Let $ G $ be a semisimple (algebraic) Lie group. Do there always exist two finite order elements of $ G $ which generate a dense subgroup?
This is partially inspired by
https://mathoverflow.net/questions/59213/generating-finite-simple-groups-with-2-elements
which shows that every finite simple group is 2-generated. Indeed even every finite quasisimple group is 2-generated https://mathoverflow.net/questions/254164/is-every-finite-quasi-simple-group-generated-by-2-elements
Note that $ G=U_1 $ is not a counterexample because $ U_1 $ is not semisimple. The universal cover of $ SL_2(\mathbb{R}) $ is not a counterexample since it is not algebraic.
Example: $$ \frac{i}{\sqrt{2}}\begin{bmatrix} 1 & 1 \\ 1 & -1 \end{bmatrix} $$ and $$ \begin{bmatrix} \overline{\zeta_{16}} & 0 \\ 0 & \zeta_{16} \end{bmatrix} $$ generate a dense subgroup of $ SU_2 $.

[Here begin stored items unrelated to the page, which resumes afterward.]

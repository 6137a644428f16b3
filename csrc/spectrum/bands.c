#include "spectrum/bands.h"

#include <math.h>
#include <stdbool.h>

#define OCTAVE_LG 0.3  /* lg G */
#define FAINT 1e20     /* power ratio that is left out: 200 dB */

/* Table 1 of IEC 61260-1:2014: breakpoints G^e of octave bands, limits in dB.
 */
typedef struct row {
  double e;
  double least[2], most[2]; /* of class 1, class 2 */
} row;

static const row inside[] = {
    {0, {-0.4, -0.6}, {0.4, 0.6}},     {0.125, {-0.4, -0.6}, {0.5, 0.7}},
    {0.25, {-0.4, -0.6}, {0.7, 0.9}},  {0.375, {-0.4, -0.6}, {1.4, 1.7}},
    {0.5, {-0.4, -0.6}, {5.3, 5.8}},
};

static const row outside[] = {
    {0.5, {1.2, 0.8}, {INFINITY, INFINITY}},
    {1, {16.6, 15.6}, {INFINITY, INFINITY}},
    {2, {40.5, 39.5}, {INFINITY, INFINITY}},
    {3, {60, 54}, {INFINITY, INFINITY}},
    {4, {70, 60}, {INFINITY, INFINITY}},
};

#define ROWS 5

static bool fraction_good(int b) { return b >= 1 && b <= LBR_MOST_FRACTION; }

/* lg of the mid-band frequency over 1 Hz. */
static double lg_mid(int b, int x) {
  double steps = b % 2 ? 2.0 * x : 2.0 * x + 1;
  return 3 + OCTAVE_LG * steps / (2.0 * b);
}

lbr_status lbr_band_of(int b, int x, lbr_band *out) {
  if (!fraction_good(b) || x < -LBR_MOST_BAND || x > LBR_MOST_BAND)
    return LBR_DOMAIN;
  double lg = lg_mid(b, x), half = OCTAVE_LG / (2.0 * b);
  *out = (lbr_band){pow(10, lg), pow(10, lg - half), pow(10, lg + half)};
  return LBR_OK;
}

lbr_status lbr_band_at(int b, double hz, int *x) {
  lbr_band band;
  if (!fraction_good(b) || !(hz > 0) || !isfinite(hz)) return LBR_DOMAIN;
  double steps = (log10(hz) - 3) * b / OCTAVE_LG - (b % 2 ? 0 : 0.5);
  double number = floor(steps + 0.5);
  if (!(fabs(number) < LBR_MOST_BAND)) return LBR_DOMAIN;
  int guess = (int)number;
  for (int k = guess - 1; k <= guess + 1; k++) {
    lbr_status status = lbr_band_of(b, k, &band);
    if (status != LBR_OK) return status;
    if (hz >= band.low && hz < band.high) guess = k;
  }
  *x = guess;
  return LBR_OK;
}

/* lg of the breakpoint of 1/b octaves that stands for G^e. */
static double lg_breakpoint(int b, double e) {
  double narrow = pow(10, OCTAVE_LG / (2.0 * b)) - 1;
  double wide = pow(10, OCTAVE_LG / 2) - 1;
  return log10(1 + narrow / wide * (pow(10, OCTAVE_LG * e) - 1));
}

static double between(double at, double from, double to, double a, double b) {
  if (isinf(a) || isinf(b)) return a;
  return a + (b - a) * (at - from) / (to - from);
}

static void look_up(const row *rows, int b, int c, double lg, double *least,
                    double *most) {
  for (int i = 1; i < ROWS; i++) {
    double from = lg_breakpoint(b, rows[i - 1].e);
    double to = lg_breakpoint(b, rows[i].e);
    if (lg > to && i + 1 < ROWS) continue;
    double at = fmin(lg, to);
    *least = between(at, from, to, rows[i - 1].least[c], rows[i].least[c]);
    *most = between(at, from, to, rows[i - 1].most[c], rows[i].most[c]);
    return;
  }
}

lbr_status lbr_band_limits(int b, int class_number, double ratio,
                           double *least, double *most) {
  if (!fraction_good(b) || class_number < 1 || class_number > 2 ||
      !(ratio > 0) || !isfinite(ratio))
    return LBR_DOMAIN;
  double lg = fabs(log10(ratio));
  bool beyond = lg >= OCTAVE_LG / (2.0 * b);
  look_up(beyond ? outside : inside, b, class_number - 1, lg, least, most);
  return LBR_OK;
}

/* 1 / (e - 1 / e) */
static double edge_scale(int b) {
  double edge = pow(10, OCTAVE_LG / (2.0 * b));
  return 1 / (edge - 1 / edge);
}

static double power_of(double x, int n) {
  double result = 1;
  for (; n > 0; n >>= 1, x *= x)
    if (n & 1) result *= x;
  return result;
}

lbr_status lbr_band_attenuation(int b, int order, double ratio, double *db) {
  if (!fraction_good(b) || order < 1 || order > LBR_MOST_BAND_ORDER ||
      !(ratio > 0) || !isfinite(ratio))
    return LBR_DOMAIN;
  double x = (ratio - 1 / ratio) * edge_scale(b);
  *db = 10 * log1p(power_of(x * x, order)) / log(10);
  return LBR_OK;
}

/* Power of one band: from the first to the last bin that counts. */
static double band_power(const double *power, size_t bins, double step_hz,
                         double mid, double scale, int order, double reach) {
  double low = ceil(mid / reach / step_hz), high = mid * reach / step_hz;
  size_t k = low < 1 ? 1 : low < (double)bins ? (size_t)low : bins;
  size_t end = high < (double)bins ? (size_t)high + 1 : bins;
  double sum = 0, ratio_step = step_hz / mid;
  for (; k < end; k++) {
    double ratio = (double)k * ratio_step;
    double x = (ratio - 1 / ratio) * scale;
    sum += power[k] / (1 + power_of(x * x, order));
  }
  return sum;
}

lbr_status lbr_band_powers(const double *power, size_t bins, double step_hz,
                           int b, int order, int first, size_t count,
                           double *out) {
  lbr_band band;
  if (!(step_hz > 0) || !isfinite(step_hz) || order < 1 ||
      order > LBR_MOST_BAND_ORDER || !fraction_good(b) ||
      count > 2 * LBR_MOST_BAND)
    return LBR_DOMAIN;
  double scale = edge_scale(b);
  double x = pow(FAINT, 0.5 / order) / scale;
  double reach = (x + sqrt(x * x + 4)) / 2;
  for (size_t i = 0; i < count; i++) {
    lbr_status status = lbr_band_of(b, first + (int)i, &band);
    if (status != LBR_OK) return status;
    out[i] = band_power(power, bins, step_hz, band.mid, scale, order, reach);
  }
  return LBR_OK;
}
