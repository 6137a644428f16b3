/* The transform of complex samples at equally spaced frequencies of any
 * spacing (Rabiner, Schafer and Rader 1969, Bell Syst. Tech. J. 48, 1249-1292):
 *
 *   X[k] = sum_n x[n] exp(-2 pi i (first + k step) n),  k = 0 .. points - 1
 *
 * with frequencies in cycles per sample.
 */
#ifndef LBR_SPECTRUM_CHIRP_H
#define LBR_SPECTRUM_CHIRP_H

#include <complex.h>
#include <stddef.h>

#include "base/status.h"

#define LBR_CHIRP_MOST ((size_t)1 << 26) /* samples, and points */

typedef struct lbr_chirp lbr_chirp;

/* n samples, 1 .. LBR_CHIRP_MOST as the points are; frequencies finite, of any
 * size (LBR_DOMAIN otherwise).  One run at a time. */
LBR_CHECKED lbr_status lbr_chirp_new(size_t n, double first, double step,
                                     size_t points, unsigned workers,
                                     lbr_chirp **out);
void lbr_chirp_free(lbr_chirp *chirp); /* NULL is fine */

/* x: n values; out: as many as there are points. */
LBR_CHECKED lbr_status lbr_chirp_run(lbr_chirp *chirp, const double complex *x,
                                     double complex *out);

#endif
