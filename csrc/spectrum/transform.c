#define _GNU_SOURCE /* madvise */
#include "spectrum/transform.h"

#include <fftw3.h>
#include <pthread.h>
#include <stdbool.h>
#include <stdint.h>
#include <stdlib.h>
#include <string.h>
#include <sys/mman.h>

#include "base/checked.h"

#define IDLE_PLANS 32          /* plans kept although nobody uses them */
#define HUGE_PAGE ((size_t)2 << 20)
#define HEADROOM (1024 * 1024) /* bytes that must be free before planning */

struct lbr_transform {
  size_t points;
  bool is_complex;
  fftw_plan forward, back;
  size_t users;       /* how many hold the plan */
  bool forgotten;     /* not in the cache: the last user frees it */
  lbr_transform *next;
};

/* The one piece of varying state of the core; newest plan first. */
static pthread_mutex_t lock = PTHREAD_MUTEX_INITIALIZER;
static lbr_transform *cache;
static size_t forgotten; /* plans in use that are not in the cache */

/* Large pages for large buffers: first writes cost a tenth.  Only a hint. */
static void advise(void *data, size_t bytes) {
  uintptr_t from = ((uintptr_t)data + HUGE_PAGE - 1) & ~(HUGE_PAGE - 1);
  uintptr_t to = ((uintptr_t)data + bytes) & ~(HUGE_PAGE - 1);
  if (to > from) (void)madvise((void *)from, to - from, MADV_HUGEPAGE);
}

double *lbr_transform_unset(size_t count) {
  size_t bytes;
  if (lbr_size(count ? count : 1, sizeof(double), &bytes) != LBR_OK)
    return NULL;
  double *buffer = fftw_malloc(bytes);
  if (buffer) advise(buffer, bytes);
  return buffer;
}

double *lbr_transform_buffer(size_t count) {
  double *buffer = lbr_transform_unset(count);
  if (buffer) memset(buffer, 0, (count ? count : 1) * sizeof *buffer);
  return buffer;
}

void lbr_transform_drop(void *buffer) { fftw_free(buffer); }

static void free_plan(lbr_transform *t) {
  if (t->forward) fftw_destroy_plan(t->forward);
  if (t->back) fftw_destroy_plan(t->back);
  free(t);
}

static void plan_real(lbr_transform *t, double *x, double *bins) {
  int n = (int)t->points;
  t->forward = fftw_plan_dft_r2c_1d(n, x, (fftw_complex *)bins,
                                    FFTW_ESTIMATE | FFTW_PRESERVE_INPUT);
  t->back = fftw_plan_dft_c2r_1d(n, (fftw_complex *)bins, x,
                                 FFTW_ESTIMATE | FFTW_DESTROY_INPUT);
}

/* Planning on scratch of our own; the lock is held. */
static lbr_status make_plan(size_t n, bool is_complex, lbr_transform **out) {
  lbr_transform *t = lbr_alloc(1, sizeof *t);
  double *x = lbr_transform_buffer(2 * n);
  double *bins = lbr_transform_buffer(2 * n + 2);
  void *headroom = malloc(HEADROOM);
  free(headroom);
  lbr_status status = LBR_NO_MEMORY;
  if (!t || !x || !bins || !headroom) goto done;
  t->points = n;
  t->is_complex = is_complex;
  if (is_complex)
    t->forward = fftw_plan_dft_1d((int)n, (fftw_complex *)x,
                                  (fftw_complex *)bins, FFTW_FORWARD,
                                  FFTW_ESTIMATE | FFTW_PRESERVE_INPUT);
  else
    plan_real(t, x, bins);
  if (t->forward && (t->back || is_complex)) status = LBR_OK;
done:
  lbr_transform_drop(x);
  lbr_transform_drop(bins);
  if (status == LBR_OK)
    *out = t;
  else if (t)
    free_plan(t);
  return status;
}

static lbr_transform *find_plan(size_t n, bool is_complex) {
  for (lbr_transform *t = cache; t; t = t->next)
    if (t->points == n && t->is_complex == is_complex) return t;
  return NULL;
}

/* Keeps the newest idle plans only; the lock is held. */
static void trim(size_t keep) {
  size_t idle = 0;
  for (lbr_transform **at = &cache; *at;) {
    lbr_transform *t = *at;
    if (t->users == 0 && ++idle > keep) {
      *at = t->next;
      free_plan(t);
    } else {
      at = &t->next;
    }
  }
}

static lbr_status get(size_t n, bool is_complex, lbr_transform **out) {
  if (n < 1 || n > LBR_TRANSFORM_MOST) return LBR_DOMAIN;
  lbr_status status = LBR_OK;
  pthread_mutex_lock(&lock);
  lbr_transform *t = find_plan(n, is_complex);
  if (!t) {
    status = make_plan(n, is_complex, &t);
    if (status == LBR_OK) {
      t->next = cache;
      cache = t;
    }
  }
  if (status == LBR_OK) {
    t->users++;
    *out = t;
  }
  pthread_mutex_unlock(&lock);
  return status;
}

lbr_status lbr_transform_get(size_t n, lbr_transform **out) {
  return get(n, false, out);
}

lbr_status lbr_transform_get_complex(size_t n, lbr_transform **out) {
  return get(n, true, out);
}

void lbr_transform_put(lbr_transform *t) {
  if (!t) return;
  pthread_mutex_lock(&lock);
  if (--t->users == 0) {
    if (t->forgotten) {
      free_plan(t);
      forgotten--;
    } else {
      trim(IDLE_PLANS);
    }
  }
  pthread_mutex_unlock(&lock);
}

/* Takes the plans of n points from the cache; the lock is held. */
static void drop_plans(size_t n) {
  for (lbr_transform **at = &cache; *at;) {
    lbr_transform *t = *at;
    if (t->points != n || t->is_complex) {
      at = &t->next;
      continue;
    }
    *at = t->next;
    if (t->users == 0) {
      free_plan(t);
    } else {
      t->forgotten = true;
      forgotten++;
    }
  }
}

lbr_status lbr_transform_tune(size_t n) {
  if (n < 1 || n > LBR_TRANSFORM_MOST) return LBR_DOMAIN;
  double *x = lbr_transform_buffer(n);
  double *bins = lbr_transform_buffer(2 * (n / 2 + 1));
  void *headroom = malloc(HEADROOM);
  free(headroom);
  lbr_status status = LBR_NO_MEMORY;
  if (x && bins && headroom) {
    pthread_mutex_lock(&lock);
    /* What is learnt here is used by plans that are only estimated, too. */
    fftw_plan plan = fftw_plan_dft_r2c_1d((int)n, x, (fftw_complex *)bins,
                                          FFTW_MEASURE | FFTW_PRESERVE_INPUT);
    if (plan) {
      fftw_destroy_plan(plan);
      drop_plans(n);
      status = LBR_OK;
    }
    pthread_mutex_unlock(&lock);
  }
  lbr_transform_drop(x);
  lbr_transform_drop(bins);
  return status;
}

void lbr_transform_forget(void) {
  pthread_mutex_lock(&lock);
  trim(0);
  for (lbr_transform *t = cache; t; t = t->next, forgotten++)
    t->forgotten = true;
  cache = NULL;
  if (forgotten == 0)
    fftw_cleanup();
  else
    fftw_forget_wisdom(); /* what was tuned; plans in use live on */
  pthread_mutex_unlock(&lock);
}

size_t lbr_transform_points(const lbr_transform *t) { return t->points; }

void lbr_transform_forward(const lbr_transform *t, double *x,
                           double complex *bins) {
  fftw_execute_dft_r2c(t->forward, x, (fftw_complex *)bins);
}

void lbr_transform_complex(const lbr_transform *t, double complex *x,
                           double complex *bins) {
  fftw_execute_dft(t->forward, (fftw_complex *)x, (fftw_complex *)bins);
}

void lbr_transform_back(const lbr_transform *t, double complex *bins,
                        double *x) {
  fftw_execute_dft_c2r(t->back, (fftw_complex *)bins, x);
  double scale = 1.0 / (double)t->points;
  for (size_t i = 0; i < t->points; i++) x[i] *= scale;
}

void lbr_transform_windowed(const lbr_transform *t, const double *x,
                            const double *w, size_t n, double *scratch,
                            double complex *bins) {
  if (w)
    for (size_t i = 0; i < n; i++) scratch[i] = w[i] * x[i];
  else
    memcpy(scratch, x, n * sizeof *x);
  memset(scratch + n, 0, (t->points - n) * sizeof *scratch);
  lbr_transform_forward(t, scratch, bins);
}

static bool is_fast(size_t n) {
  static const size_t primes[] = {2, 3, 5};
  for (size_t i = 0; i < 3; i++)
    while (n % primes[i] == 0) n /= primes[i];
  return n == 1;
}

size_t lbr_transform_fast_length(size_t n) {
  if (n < 1) n = 1;
  while (!is_fast(n)) n++;
  return n;
}
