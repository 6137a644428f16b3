#include "spectrum/confidence.h"

#include <float.h>
#include <math.h>
#include <stdbool.h>

#include "samples/measure.h"

#define HALF_LOG_TWO_PI 0.91893853320467274178
#define MOST_TERMS 100000
#define MOST_STEPS 200

double lbr_effective_averages(const double *w, size_t n, size_t step,
                              size_t segments) {
  double power = lbr_dot(w, w, n), k = (double)segments, sum = 0;
  for (size_t j = 1; j < segments && j <= (n - 1) / step; j++) {
    double rho = lbr_dot(w, w + j * step, n - j * step) / power;
    sum += (1 - (double)j / k) * rho * rho;
  }
  return k / (1 + 2 * sum);
}

/* u - ln(1 + u), exact near 0 as well. */
static double less_log(double u) {
  if (fabs(u) > 0.1) return u - log1p(u);
  double term = u * u, sum = 0;
  for (int k = 2; k < 40 && fabs(term) > 1e-18 * fabs(sum); k++) {
    sum += (k % 2 ? -1 : 1) * term / k;
    term *= u;
  }
  return sum;
}

/* ln Gamma(a + 1) - (a + 1/2) ln a + a - ln(2 pi) / 2 for a >= 16: Stirling's
 * series (Abramowitz and Stegun 1964, 6.1.41). */
static double stirling_rest(double a) {
  double b = 1 / (a * a);
  return (1.0 / 12 - b * (1.0 / 360 - b * (1.0 / 1260 - b * (1.0 / 1680 -
          b / 1188)))) / a;
}

/* x^a exp(-x) / Gamma(a + 1), without overflow and without cancellation. */
static double front(double a, double x) {
  if (x <= 0) return 0;
  if (a < 16) return exp(a * log(x) - x) / tgamma(a + 1);
  double exponent = a * less_log((x - a) / a) + stirling_rest(a);
  return exp(-exponent - HALF_LOG_TWO_PI) / sqrt(a);
}

/* P by its series, x < a + 1 (Abramowitz and Stegun 1964, 6.5.29). */
static double share_series(double a, double x) {
  double term = 1, sum = 1;
  for (int k = 1; k < MOST_TERMS && term > DBL_EPSILON / 4 * sum; k++) {
    term *= x / (a + k);
    sum += term;
  }
  return sum * front(a, x);
}

/* 1 - P by its continued fraction, x >= a + 1 (6.5.31, even part), evaluated
 * forward in the manner of Lentz. */
static double rest_fraction(double a, double x) {
  double b = x + 1 - a, c = 1e300, d = 1 / b, product = d;
  for (int k = 1; k < MOST_TERMS; k++) {
    double an = -k * (k - a);
    b += 2;
    d = 1 / (an * d + b);
    c = b + an / c;
    product *= d * c;
    if (fabs(d * c - 1) < DBL_EPSILON) break;
  }
  return product * a * front(a, x);
}

double lbr_gamma_share(double a, double x, double *upper) {
  if (x < a + 1) {
    double lower = share_series(a, x);
    *upper = 1 - lower;
    return lower;
  }
  *upper = rest_fraction(a, x);
  return 1 - *upper;
}

/* Standard normal quantile to some 1e-3, a start for the search (Abramowitz
 * and Stegun 1964, 26.2.23). */
static double normal_near(double p) {
  double t = sqrt(-2 * log(p < 0.5 ? p : 1 - p));
  double z = t - (2.515517 + t * (0.802853 + t * 0.010328)) /
                     (1 + t * (1.432788 + t * (0.189269 + t * 0.001308)));
  return p < 0.5 ? -z : z;
}

/* Start: Wilson and Hilferty 1931; near 0 the first term of the series. */
static double start_of(double a, double p) {
  double z = normal_near(p), b = 1 / (9 * a);
  double root = 1 - b + z * sqrt(b);
  double x = a * root * root * root;
  if (root > 0.1) return x;
  double small = exp((log(p) + log(tgamma(a + 1))) / a);
  return small > 0 ? small : DBL_MIN;
}

lbr_status lbr_chi_square_quantile(double dof, double p, double *out) {
  if (!(dof > 0 && isfinite(dof) && p > 0 && p < 1)) return LBR_DOMAIN;
  double a = dof / 2, x = start_of(a, p), low = 0, high = INFINITY;
  for (int i = 0; i < MOST_STEPS; i++) {
    double upper, lower = lbr_gamma_share(a, x, &upper);
    double miss = p < 0.5 ? lower - p : (1 - p) - upper;
    if (miss > 0) high = x; else low = x;
    double slope = a * front(a, x) / x;
    double next = slope > 0 ? x - miss / slope : NAN;
    if (!(next > low && next < high))
      next = isinf(high) ? 2 * x : (low + high) / 2;
    bool settled = fabs(next - x) <= 4 * DBL_EPSILON * x;
    x = next;
    if (settled) {
      *out = 2 * x;
      return LBR_OK;
    }
  }
  return LBR_NO_CONVERGE;
}

/* psi(x) (Abramowitz and Stegun 1964, 6.3.5 and 6.3.18). */
static double digamma(double x) {
  double sum = 0;
  for (; x < 16; x++) sum -= 1 / x;
  double b = 1 / (x * x);
  return sum + log(x) - 0.5 / x -
         b * (1.0 / 12 - b * (1.0 / 120 - b * (1.0 / 252 - b * (1.0 / 240 -
              b / 132))));
}

double lbr_median_bias(double n) {
  return 0.69314718055994530942 +
         (digamma(n / 2 + 1) - digamma((n + 1) / 2)) / 2;
}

Update: A lot of simple compact Lie groups have Lie primitive subgroups (not contained in any proper positive dimensional closed subgroups) which are finite simple groups (or at least quasisimple). Since quasi simple groups are 2-generated you can take $ a,b $ generators for the Lie primitive (quasi)simple group and then randomly pick a 3rd finite order element $ c $ and almost surely $ a,b,c $ will generate a dense subgroup of $ G $. Indeed if you pick a maximal Lie primitive subgroup $ \Gamma $, that is also (quasi)simple, then any choice of a finite order element $ c \not \in \Gamma $ is guaranteed to topologically generate $ G $. Papers like
https://arxiv.org/abs/math/0502080
list (quasi)simple finite subgroups of many simple Lie groups.
Here's a weaker result. It's apparently known that every finite-dimensional semisimple Lie algebra over $\mathbb{R}$ can be generated by two elements $X, Y$. It follows that a compact connected semisimple Lie group $G$ can be densely generated by two one-parameter subgroups $e^{tX}, e^{tY}$ (in the sense that $G$ is the closure of the subgroup generated by the images of the one-parameter subgroups).
Each of these are $S^1$ so contain a dense subgroup isomorphic to $\mathbb{Z}$.Edit: As Jason DeVito points out in the comments, this is incorrect but it can be salvaged: each one-parameter subgroup has closure a torus $T^n$ and we can find a copy of $\mathbb{Z}$ inside each one-parameter subgroup which remains dense in $T^n$. So:We know that the free group $F_2$ embeds into, say, the free product $C_2 \ast C_3$, so given a dense copy of $F_2$ we may be able to embed it into a dense copy of some free product $C_n \ast C_m$, but I don't see how at the moment.